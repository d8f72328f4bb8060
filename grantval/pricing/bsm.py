"""Black-Scholes-Merton value of European options with a continuous dividend yield."""

from __future__ import annotations

import numpy as np
from scipy.special import ndtr

from grantval.errors import InputError
from grantval.pricing._inputs import FINITE, NON_NEGATIVE, POSITIVE, finish, prepare

KINDS = ("call", "put")


def d1_d2(s, k, t, r, sigma, q):
    """The Black-Scholes-Merton ``d1`` and ``d2`` on plain arrays (no checks; needs ``sigma sqrt(t) > 0``, ``s > 0``).

    ``d1 = (ln(S/K) + (r - q) T) / (sigma sqrt T) + sigma sqrt(T) / 2``, ``d2 = d1 - sigma sqrt T``.
    Shared by the values (:func:`bsm_value`) and the sensitivities (:mod:`grantval.pricing.greeks`).
    """
    total_vol = sigma * np.sqrt(t)
    d1 = (np.log(s / k) + (r - q) * t) / total_vol + 0.5 * total_vol
    return d1, d1 - total_vol


def _bsm(s, k, t, r, sigma, q, is_call):
    """Black-Scholes-Merton formula on broadcast float arrays (no checks).

    Degenerate cases are exact: with ``t == 0``, ``sigma == 0`` or ``s == 0`` the
    value is the discounted forward intrinsic value ``max(+-(s e^{-qt} - k e^{-rt}), 0)``,
    which is the intrinsic value when ``t == 0``.
    """
    s, k, t, r, sigma, q = np.broadcast_arrays(s, k, t, r, sigma, q)
    fwd_s = s * np.exp(-q * t)  # present value of the share delivered at t
    pv_k = k * np.exp(-r * t)
    sign = np.where(is_call, 1.0, -1.0)
    total_vol = sigma * np.sqrt(t)
    regular = (total_vol > 0) & (s > 0)
    safe_s = np.where(regular, s, 1.0)
    safe_sigma = np.where(regular, sigma, 1.0)
    safe_t = np.where(regular, t, 1.0)
    d1, d2 = d1_d2(safe_s, k, safe_t, r, safe_sigma, q)
    value = sign * (fwd_s * ndtr(sign * d1) - pv_k * ndtr(sign * d2))
    degenerate = np.maximum(sign * (fwd_s - pv_k), 0.0)
    # rounding can give a value a hair below zero far out of the money
    return np.where(regular, np.maximum(value, 0.0), degenerate)


def bsm_value(share_price, strike, term, rate, volatility, dividend_yield=0.0, kind="call"):
    """Black-Scholes-Merton value of a European call or put.

    Parameters
    ----------
    share_price : array_like
        Share price at the valuation date, currency per share, >= 0.
    strike : array_like
        Exercise price, currency per share, > 0.
    term : array_like
        Time to expiry in years, >= 0.
    rate : array_like
        Risk-free rate, continuously compounded decimal per year (0.04 = 4%).
    volatility : array_like
        Volatility of the share's log return, decimal per square-root year, >= 0.
    dividend_yield : array_like, optional
        Continuous dividend yield, decimal per year, >= 0.  Default 0.
    kind : {"call", "put"}
        Option type.

    Returns
    -------
    float or ndarray
        Value per option in the currency of ``share_price``; a float when every
        input is a scalar, else an array of the broadcast shape.

    Raises
    ------
    InputError
        (a :class:`ValueError`) naming the first invalid argument.

    Notes
    -----
    ``C = S e^{-qT} N(d1) - K e^{-rT} N(d2)``, ``P = K e^{-rT} N(-d2) - S e^{-qT} N(-d1)``,
    ``d1 = (ln(S/K) + (r - q + sigma^2/2) T) / (sigma sqrt(T))``, ``d2 = d1 - sigma sqrt(T)``
    (Merton 1973).  Term 0 gives the intrinsic value and volatility 0 the
    discounted forward intrinsic value, exactly.
    """
    if kind not in KINDS:
        raise InputError(f"kind must be 'call' or 'put'; got {kind!r}")
    (s, k, t, r, sigma, q), scalar = prepare(
        share_price=(share_price, (NON_NEGATIVE,)),
        strike=(strike, (POSITIVE,)),
        term=(term, (NON_NEGATIVE,)),
        rate=(rate, (FINITE,)),
        volatility=(volatility, (NON_NEGATIVE,)),
        dividend_yield=(dividend_yield, (NON_NEGATIVE,)),
    )
    return finish(_bsm(s, k, t, r, sigma, q, kind == "call"), scalar)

(PROBLEM DETAILS): Please reproduce exactly the lines from the first one of the records above through the line containing "strike : array_like", both included, and nothing else.

(ANSWER TO THIS PROBLEM):
repository d8f72328f4bb8060
filename grantval/pricing/bsm.py
"""Black-Scholes-Merton value of European options with a continuous dividend yield."""

from __future__ import annotations

import numpy as np
from scipy.special import ndtr

from grantval.errors import InputError
from grantval.pricing._inputs import FINITE, NON_NEGATIVE, POSITIVE, finish, prepare

KINDS = ("call", "put")


def d1_d2(s, k, t, r, sigma, q):
    """The Black-Scholes-Merton ``d1`` and ``d2`` on plain arrays (no checks; needs ``sigma sqrt(t) > 0``, ``s > 0``).

    ``d1 = (ln(S/K) + (r - q) T) / (sigma sqrt T) + sigma sqrt(T) / 2``, ``d2 = d1 - sigma sqrt T``.
    Shared by the values (:func:`bsm_value`) and the sensitivities (:mod:`grantval.pricing.greeks`).
    """
    total_vol = sigma * np.sqrt(t)
    d1 = (np.log(s / k) + (r - q) * t) / total_vol + 0.5 * total_vol
    return d1, d1 - total_vol


def _bsm(s, k, t, r, sigma, q, is_call):
    """Black-Scholes-Merton formula on broadcast float arrays (no checks).

    Degenerate cases are exact: with ``t == 0``, ``sigma == 0`` or ``s == 0`` the
    value is the discounted forward intrinsic value ``max(+-(s e^{-qt} - k e^{-rt}), 0)``,
    which is the intrinsic value when ``t == 0``.
    """
    s, k, t, r, sigma, q = np.broadcast_arrays(s, k, t, r, sigma, q)
    fwd_s = s * np.exp(-q * t)  # present value of the share delivered at t
    pv_k = k * np.exp(-r * t)
    sign = np.where(is_call, 1.0, -1.0)
    total_vol = sigma * np.sqrt(t)
    regular = (total_vol > 0) & (s > 0)
    safe_s = np.where(regular, s, 1.0)
    safe_sigma = np.where(regular, sigma, 1.0)
    safe_t = np.where(regular, t, 1.0)
    d1, d2 = d1_d2(safe_s, k, safe_t, r, safe_sigma, q)
    value = sign * (fwd_s * ndtr(sign * d1) - pv_k * ndtr(sign * d2))
    degenerate = np.maximum(sign * (fwd_s - pv_k), 0.0)
    # rounding can give a value a hair below zero far out of the money
    return np.where(regular, np.maximum(value, 0.0), degenerate)


def bsm_value(share_price, strike, term, rate, volatility, dividend_yield=0.0, kind="call"):
    """Black-Scholes-Merton value of a European call or put.

    Parameters
    ----------
    share_price : array_like
        Share price at the valuation date, currency per share, >= 0.
    strike : array_like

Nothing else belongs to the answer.